I did things in the smallest chunks possible, because RecordMyDesktop would take ages to encode. For example, if I needed to show three separate commands in the terminal one after the other, I'd record each of them in separate takes, simply making sure not to touch the terminal between takes so they pieced together nicely. I didn't fake anything here, although I certainly sped pieces up in post-processing.
After I was done, I'd hand them off to ffmpeg to convert from 15fps to 24 so I didn't need to deal with different framerates in Blender. I wish RecordMyDesktop would just do that for me.
I have a lot of experience with Audacity, so that was my obvious choice. However, this time around (running v2.1.2 on Xenial) I ran into some stability issues.
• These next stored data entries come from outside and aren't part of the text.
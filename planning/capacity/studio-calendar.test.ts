import { describe, expect, it } from 'vitest';
import { isTimeZone, shiftMinutes, toWorkingCalendar, zonedDay, zonedDayStart } from './studio-calendar';
import { isWorkingDay } from './working-calendar';

// Offsets from the IANA time zone database (tzdata), from memory: Africa/Nairobi UTC+3 all year;
// Pacific/Auckland UTC+13 in December (NZDT); America/Los_Angeles UTC−8 in December (PST), and its 2026 spring
// change on Sunday 8 March at 02:00 local (second Sunday of March, US rule).
describe('studio days in the studio time zone', () => {
  it('gives the next calendar day in Auckland and the previous one in Los Angeles for the same instant', () => {
    const at = new Date('2026-12-01T12:00:00Z');
    expect(zonedDay(at, 'UTC')).toBe('2026-12-01');
    expect(zonedDay(at, 'Pacific/Auckland')).toBe('2026-12-02');
    expect(zonedDay(new Date('2026-12-01T05:00:00Z'), 'America/Los_Angeles')).toBe('2026-11-30');
    expect(zonedDay(new Date('2026-11-30T21:30:00Z'), 'Africa/Nairobi')).toBe('2026-12-01');
  });

  it('starts a Nairobi day at 21:00 UTC the evening before and an Auckland December day at 11:00 UTC', () => {
    expect(zonedDayStart('2026-12-01', 'Africa/Nairobi').toISOString()).toBe('2026-11-30T21:00:00.000Z');
    expect(zonedDayStart('2026-12-01', 'Pacific/Auckland').toISOString()).toBe('2026-11-30T11:00:00.000Z');
    expect(zonedDayStart('2026-12-01', 'UTC').toISOString()).toBe('2026-12-01T00:00:00.000Z');
  });

  it('gives a 23-hour day on the day the clocks go forward', () => {
    const start = zonedDayStart('2026-03-08', 'America/Los_Angeles').getTime();
    const next = zonedDayStart('2026-03-09', 'America/Los_Angeles').getTime();
    expect((next - start) / 3_600_000).toBe(23);
  });

  it('knows IANA names and refuses made-up ones', () => {
    expect(isTimeZone('Africa/Nairobi')).toBe(true);
    expect(isTimeZone('Mars/Olympus_Mons')).toBe(false);
    expect(isTimeZone('')).toBe(false);
  });
});

describe('shift and working days', () => {
  it('pays 8 hours for 08:00 to 17:00 with a 60-minute break and refuses a shift ending before it starts', () => {
    expect(shiftMinutes('08:00', '17:00', 60)).toBe(480);
    expect(() => shiftMinutes('17:00', '08:00', 0)).toThrow(/end after/);
    expect(() => shiftMinutes('08:00', '09:00', 60)).toThrow(/break/);
    expect(() => shiftMinutes('8am', '17:00', 0)).toThrow(/HH:mm/);
  });

  it('works Saturdays when the studio lists day 6 and not on its holidays', () => {
    const cal = toWorkingCalendar({ timeZone: 'Africa/Nairobi', workdays: [6, 1, 2, 3, 4, 5], shiftStart: '08:00', shiftEnd: '13:00', breakMinutes: 0, holidays: ['2026-12-12'], overtimeLimitHoursPerWeek: null });
    expect(cal.workdays).toEqual([1, 2, 3, 4, 5, 6]);
    expect(isWorkingDay(cal, '2026-12-05')).toBe(true); // a Saturday
    expect(isWorkingDay(cal, '2026-12-06')).toBe(false); // a Sunday
    expect(isWorkingDay(cal, '2026-12-12')).toBe(false); // Saturday, a holiday entered
  });
});
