import { capacityMinutes } from './capacity';
import { workingDays, type WorkingCalendar } from './working-calendar';

/** Load on one section (or one station within a section). */
export interface LoadUnit {
  section: string;
  station?: string;
  /** Standard minutes of work to do. */
  loadMinutes: number;
  people: number;
  /** Fraction, 0.6 = 60 %. */
  efficiency: number;
  absenteeism?: number;
}

/** One unit's day: load placed that day against its capacity (standard minutes). */
export interface LoadDay {
  date: string;
  load: number;
  capacity: number;
}

/** Load against capacity for one unit. */
export interface LoadProfile {
  section: string;
  station?: string;
  capacityPerDay: number;
  daysNeeded: number;
  days: LoadDay[];
}

/**
 * Places each unit's load on working days from `start`, filling each day to capacity
 * (people × minutes × (1 − absence) × efficiency) until the load is done. Units in input order.
 * A unit without capacity but with load throws RangeError.
 */
export function profileLoad(units: LoadUnit[], calendar: WorkingCalendar, start: string): LoadProfile[] {
  return units.map((u) => {
    const cap = capacityMinutes({ people: u.people, minutesPerDay: calendar.minutesPerDay, efficiency: u.efficiency, absenteeism: u.absenteeism });
    if (u.loadMinutes > 0 && !(cap > 0)) throw new RangeError(`${u.section} has load but no capacity`);
    const n = u.loadMinutes > 0 ? Math.ceil(u.loadMinutes / cap - 1e-9) : 0;
    const dates = workingDays(calendar, start, n);
    let left = u.loadMinutes;
    const days = dates.map((date) => {
      const load = Math.min(cap, left);
      left -= load;
      return { date, load, capacity: cap };
    });
    return { section: u.section, station: u.station, capacityPerDay: cap, daysNeeded: n, days };
  });
}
It crashed on me about once a session, and it didn't always cut the track where I actually asked it to cut (sometimes I didn't notice and ended up having to re-record a track). I still used it, and it did a good job of recovering when it crashed, but that was frustrating. Your mileage may vary (at least on that version).
I recorded each paragraph of the script as a separate track, edited them individually (e.g. removed the whirring sound of my server in the background), and then used "export multiple" to export them all at once so I could put them where they needed to go in the video editor.
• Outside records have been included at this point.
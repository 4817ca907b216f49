/** Paths as data, with getHref, so links never hard-code strings. */
export const paths = {
  signIn: { path: '/signin', getHref: () => '/signin' },
  newStudio: { path: '/new-studio', getHref: () => '/new-studio' },
  home: { path: '/', getHref: () => '/' },
  styles: { path: '/styles', getHref: () => '/styles' },
  newStyle: { path: '/styles/new', getHref: () => '/styles/new' },
  style: { path: '/styles/:id', getHref: (id: number) => `/styles/${id}` },
  batches: { path: '/batches', getHref: () => '/batches' },
  newBatch: { path: '/batches/new', getHref: () => '/batches/new' },
  batch: { path: '/batches/:id', getHref: (id: number) => `/batches/${id}` },
  people: { path: '/people', getHref: () => '/people' },
  settings: { path: '/settings', getHref: () => '/settings' },
  account: { path: '/account', getHref: () => '/account' },
  audit: { path: '/audit', getHref: () => '/audit' },
} as const;
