import { Queue } from 'bullmq';
import { JOB_QUEUE_NAME } from '../jobs/job-runner';
import { redisConnection } from '../jobs/redis-connection';
import { MARKER_QUEUE_NAME } from '../modules/markers/marker-queue-redis';

export interface ReadinessReport {
  ready: boolean;
  database: { ok: boolean; driver: string; ms: number; error?: string };
  redis?: { ok: boolean; ms: number; error?: string };
  /** Jobs waiting, running and delayed per queue (Redis only; the in-process queue lives with this process). */
  queues?: Record<string, { waiting: number; active: number; delayed: number; failed: number }>;
  jobs: 'in-process' | 'redis';
}

const TIMEOUT_MS = 2_000;

/** Rejects after `ms` so a hung dependency answers "not ready" instead of hanging the probe. */
function within<T>(p: Promise<T>, ms = TIMEOUT_MS): Promise<T> {
  return Promise.race([p, new Promise<T>((_, reject) => setTimeout(() => reject(new Error(`no answer within ${ms} ms`)), ms).unref())]);
}

/**
 * For a process manager or load balancer: is the database answering, and (with REDIS_URL) Redis and
 * the two job queues? Each check has its own time limit; any failure makes the whole answer not ready.
 */
/** The database as the probe sees it: its driver's name and a trivial query (createApp builds it from the data source). */
export interface DatabaseProbe {
  driver: string;
  ping(): Promise<unknown>;
}

export async function readiness(deps: { database: DatabaseProbe; redisUrl?: string }): Promise<ReadinessReport> {
  const t0 = performance.now();
  let database: ReadinessReport['database'];
  try {
    await within(deps.database.ping());
    database = { ok: true, driver: deps.database.driver, ms: Math.round(performance.now() - t0) };
  } catch (err) {
    database = { ok: false, driver: deps.database.driver, ms: Math.round(performance.now() - t0), error: (err as Error).message };
  }
  if (!deps.redisUrl) return { ready: database.ok, database, jobs: 'in-process' };

  const t1 = performance.now();
  const connection = redisConnection(deps.redisUrl);
  let redis: NonNullable<ReadinessReport['redis']>;
  const queues: NonNullable<ReadinessReport['queues']> = {};
  try {
    await within(connection.ping());
    redis = { ok: true, ms: Math.round(performance.now() - t1) };
    for (const name of [MARKER_QUEUE_NAME, JOB_QUEUE_NAME]) {
      const q = new Queue(name, { connection });
      const c = await within(q.getJobCounts('waiting', 'active', 'delayed', 'failed'));
      queues[name] = { waiting: c.waiting ?? 0, active: c.active ?? 0, delayed: c.delayed ?? 0, failed: c.failed ?? 0 };
    }
  } catch (err) {
    redis = { ok: false, ms: Math.round(performance.now() - t1), error: (err as Error).message };
  } finally {
    connection.disconnect();
  }
  return { ready: database.ok && redis.ok, database, redis, queues, jobs: 'redis' };
}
Believe it or not, I use one of the prides of open-source: Blender. You're thinking "Wait, isn't Blender a 3D modeling program?" Yes, it is. But it also has the best video sequence editor (VSE) I've ever used. In fact, the only time I used its 3D capabilities was for the title floating in on part 5. You probably didn't notice. It took me four hours. Shut up.
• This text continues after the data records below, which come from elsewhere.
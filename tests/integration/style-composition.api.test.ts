import { beforeAll, describe, expect, it } from 'vitest';
import { demoSizeChart } from '@grading';
import { presetComposition } from '@shared/schemas/style-composition';
import { polygonArea } from '@shared/geometry/polygon';
import type { DataSource } from 'typeorm';
import { MarkerEntity } from '../../server/entities';
import { createCuttingPieceSource } from '../../server/modules/grading/cutting-pieces.service';
import { createGradingSetRepository } from '../../server/modules/grading/grading-set.repository';
import { createStyleRepository } from '../../server/modules/styles/style.repository';
import { buildTestApp, DEMO, signIn } from '../fixtures/test-app';

type Agent = Awaited<ReturnType<typeof signIn>>;
let owner: Agent, cutter: Agent;
let ds: DataSource;

beforeAll(async () => {
  const built = await buildTestApp();
  const app = built.app;
  ds = built.ds;
  owner = await signIn(app, DEMO.owner);
  cutter = await signIn(app, DEMO.cutter);
}, 60_000);

const SIZES = ['XS', 'S', 'M', 'L', 'XL'];

/** A new style with the demo chart (ASTM D5585-11e1 sizes 2–18, the grading core's demo chart). */
async function newStyle(code: string): Promise<number> {
  const res = await owner.post('/api/styles').send({ code, name: `Style ${code}`, sizeRun: SIZES, baseSize: 'M' });
  expect(res.status).toBe(201);
  const id = res.body.style.id as number;
  const rows = Object.entries(demoSizeChart().values).map(([pointOfMeasure, values]) => ({ pointOfMeasure, values }));
  expect((await owner.put(`/api/styles/${id}/grading/chart`).send({ name: 'Demo chart', sizes: SIZES, rows })).status).toBe(200);
  return id;
}

type PieceDto = { id: string; name: string };

describe('the second demo style', () => {
  it('seeds the lined fitted dress with its blocks, a fabric per material, graded pieces in five sizes and its trims', async () => {
    const styles = (await owner.get('/api/styles')).body.styles as { id: number; code: string; composition: { preset: string } | null; materialFabrics: Record<string, number> }[];
    expect(styles.map((s) => s.code)).toEqual(['SR-101', 'SR-202']);
    const lined = styles[1];
    expect(lined.composition?.preset).toBe('lined-fitted-dress');
    expect(Object.keys(lined.materialFabrics).sort()).toEqual(['contrast', 'interfacing', 'lining', 'self']);
    const fabrics = (await owner.get('/api/fabrics')).body.fabrics as { id: number; name: string }[];
    const nameOf = (id: number) => fabrics.find((f) => f.id === id)?.name;
    expect(nameOf(lined.materialFabrics.self)).toBe('Sable cotton poplin');
    expect(nameOf(lined.materialFabrics.lining)).toBe('Usiku viscose lining');
    expect(nameOf(lined.materialFabrics.contrast)).toBe('Tausi silk organza');
    const g = (await owner.get(`/api/styles/${lined.id}/grading`)).body.grading;
    expect(g.sizes).toEqual(SIZES);
    expect(g.errors).toEqual([]);
    expect(g.pieces.find((p: { id: string }) => p.id === 'peplum').material).toBe('contrast');
    // The shirt dress keeps its eight pieces and stays first in every list.
    expect((await owner.get('/api/styles/1/grading')).body.grading.pieces).toHaveLength(8);
    expect(fabrics[0].name).toBe('Sable cotton poplin');
  });
});

describe('costing a style of several materials', () => {
  it('prices a fabric line for each linked fabric, lining and contrast from their own pieces, when the batch has no cut plan yet', async () => {
    const styles = (await owner.get('/api/styles')).body.styles as { id: number; code: string; materialFabrics: Record<string, number> }[];
    const lined = styles.find((s) => s.code === 'SR-202')!;
    const batch = await owner.post('/api/batches').send({ styleId: lined.id, quantities: { S: 4, M: 6, L: 4 }, dueDate: '2027-03-01' });
    expect(batch.status).toBe(201);
    const sheet = (await owner.get(`/api/batches/${batch.body.batch.id}/costing`)).body.costing;
    const fabricLines = (sheet.lines as { kind: string; refId: number; quantities: Record<string, number>; costMinor: Record<string, number> }[]).filter((l) => l.kind === 'fabric');
    expect(fabricLines.map((l) => l.refId).sort()).toEqual(Object.values(lined.materialFabrics).sort());
    const line = (m: string) => fabricLines.find((l) => l.refId === lined.materialFabrics[m])!;
    // The sheet's main fabric is the self fabric; the others rest on their pieces' area.
    expect(sheet.fabric.id).toBe(lined.materialFabrics.self);
    for (const m of ['lining', 'contrast', 'interfacing']) expect(line(m).quantities.M, m).toBeGreaterThan(0);
    // A larger size takes more lining; the organza is priced; the workbook carries every fabric line.
    expect(line('lining').quantities.L).toBeGreaterThan(line('lining').quantities.S);
    expect(line('contrast').costMinor.M).toBeGreaterThan(0);
    expect((await owner.get(`/api/batches/${batch.body.batch.id}/costing.xlsx`)).status).toBe(200);
  });
});

describe('costing learns from the markers of each fabric', () => {
  it('keeps the self fabric as the sheet\'s main fabric when a lining marker is newer, and prices the lining at its own markers\' utilisation', async () => {
    const styles = (await owner.get('/api/styles')).body.styles as { id: number; code: string; materialFabrics: Record<string, number> }[];
    const lined = styles.find((s) => s.code === 'SR-202')!;
    const fabrics = (await owner.get('/api/fabrics')).body.fabrics as { id: number; widthMm: number }[];
    const widthOf = (id: number) => fabrics.find((f) => f.id === id)!.widthMm;
    const batchId = (await owner.post('/api/batches').send({ styleId: lined.id, quantities: { S: 2, M: 3, L: 2 }, dueDate: '2027-03-01' })).body.batch.id as number;
    const sheetOf = async () => (await owner.get(`/api/batches/${batchId}/costing`)).body.costing;
    const liningM = (sheet: { lines: { kind: string; refId: number; quantities: Record<string, number> }[] }) =>
      sheet.lines.find((l) => l.kind === 'fabric' && l.refId === lined.materialFabrics.lining)!.quantities.M;
    const before = liningM(await sheetOf());
    const save = (fabricId: number, lengthMm: number, utilisation: number) => ds.getRepository(MarkerEntity).save({
      studioId: 1, styleId: lined.id, batchId: null, fabricId, ratio: { M: 1 }, widthMm: widthOf(fabricId), inputHash: `costing-${fabricId}`.padEnd(64, '0'),
      status: 'done' as const, lengthMm, utilisation, elapsedMs: 0, input: null, result: null, error: '',
    });
    await save(lined.materialFabrics.self, 1500, 0.7);
    await save(lined.materialFabrics.lining, 900, 0.6); // newer than the shell's
    const sheet = await sheetOf();
    expect(sheet.fabric.id).toBe(lined.materialFabrics.self);
    // Lining length ∝ 1 ÷ utilisation: 75 % assumed before, 60 % learnt now, so × 0.75 ÷ 0.60 = × 1.25 (rounding to 0.1 mm).
    expect(liningM(sheet)).toBeCloseTo(before * 1.25, 0);
    expect(sheet.notes.join(' ')).toMatch(/60 % utilisation, that of the style's marker on it/);
  });
});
Blender is rock solid, but it has a lot of features and can be difficult to learn. Mike Meyers (mikeycal) created an excellent series of tutorials for learning pretty much everything you need to know about the VSE, and I can't recommend it enough.
The only feature that's missing at least in v2.76 that I'm using on Xenial is a simple way to do good-looking text. It has a text effect, but there's no font control so it ends up just making me laugh. It sounds like they're well aware of the limitation though-- I expect this is already fixed in later versions.
As a work-around, I used Inkscape (and the wonderful Ubuntu font) to create the text you see in the videos. I made sure to place all the text in the same place (aligned left, vertically centered) and exported the entire page as a transparent PNG (so every text image was the same size). This allowed me to easily align the text in the editor and be confident they were all the same size.
You'll see that it took me a few videos to converge on a style: part 1 brought text into frame in a way that I felt was slightly gimmicky, so improving the text was a large focus in part 2. I liked that better, and you'll see that I continued that style throughout the rest of the series.
Editing took the majority of my time for each video, but it went faster as I gained experience. For example, editing was always the last step, but the order in which I actually did the editing morphed over time. For the first video, I pretty much perfected the video before adding the audio in. Then I realized that I had too much audio for the cuts I made, so I had to do all the cutting and transition work again. Like the efficient machine I am, I went through pretty much the same process for part 2 before I realized how much time I was wasting. Things went much smoother once I started importing all the raw footage and audio at the same time and aligning them before working on any cutting or transitions. Seems obvious in retrospect.
I had a good time with this project, and I see more videos in my future. I'll probably slowly purchase better gear as time goes on, starting with a better slider and fluid head. But for the most part, this process worked well, and cost very little. I hope this post helps somebody out there!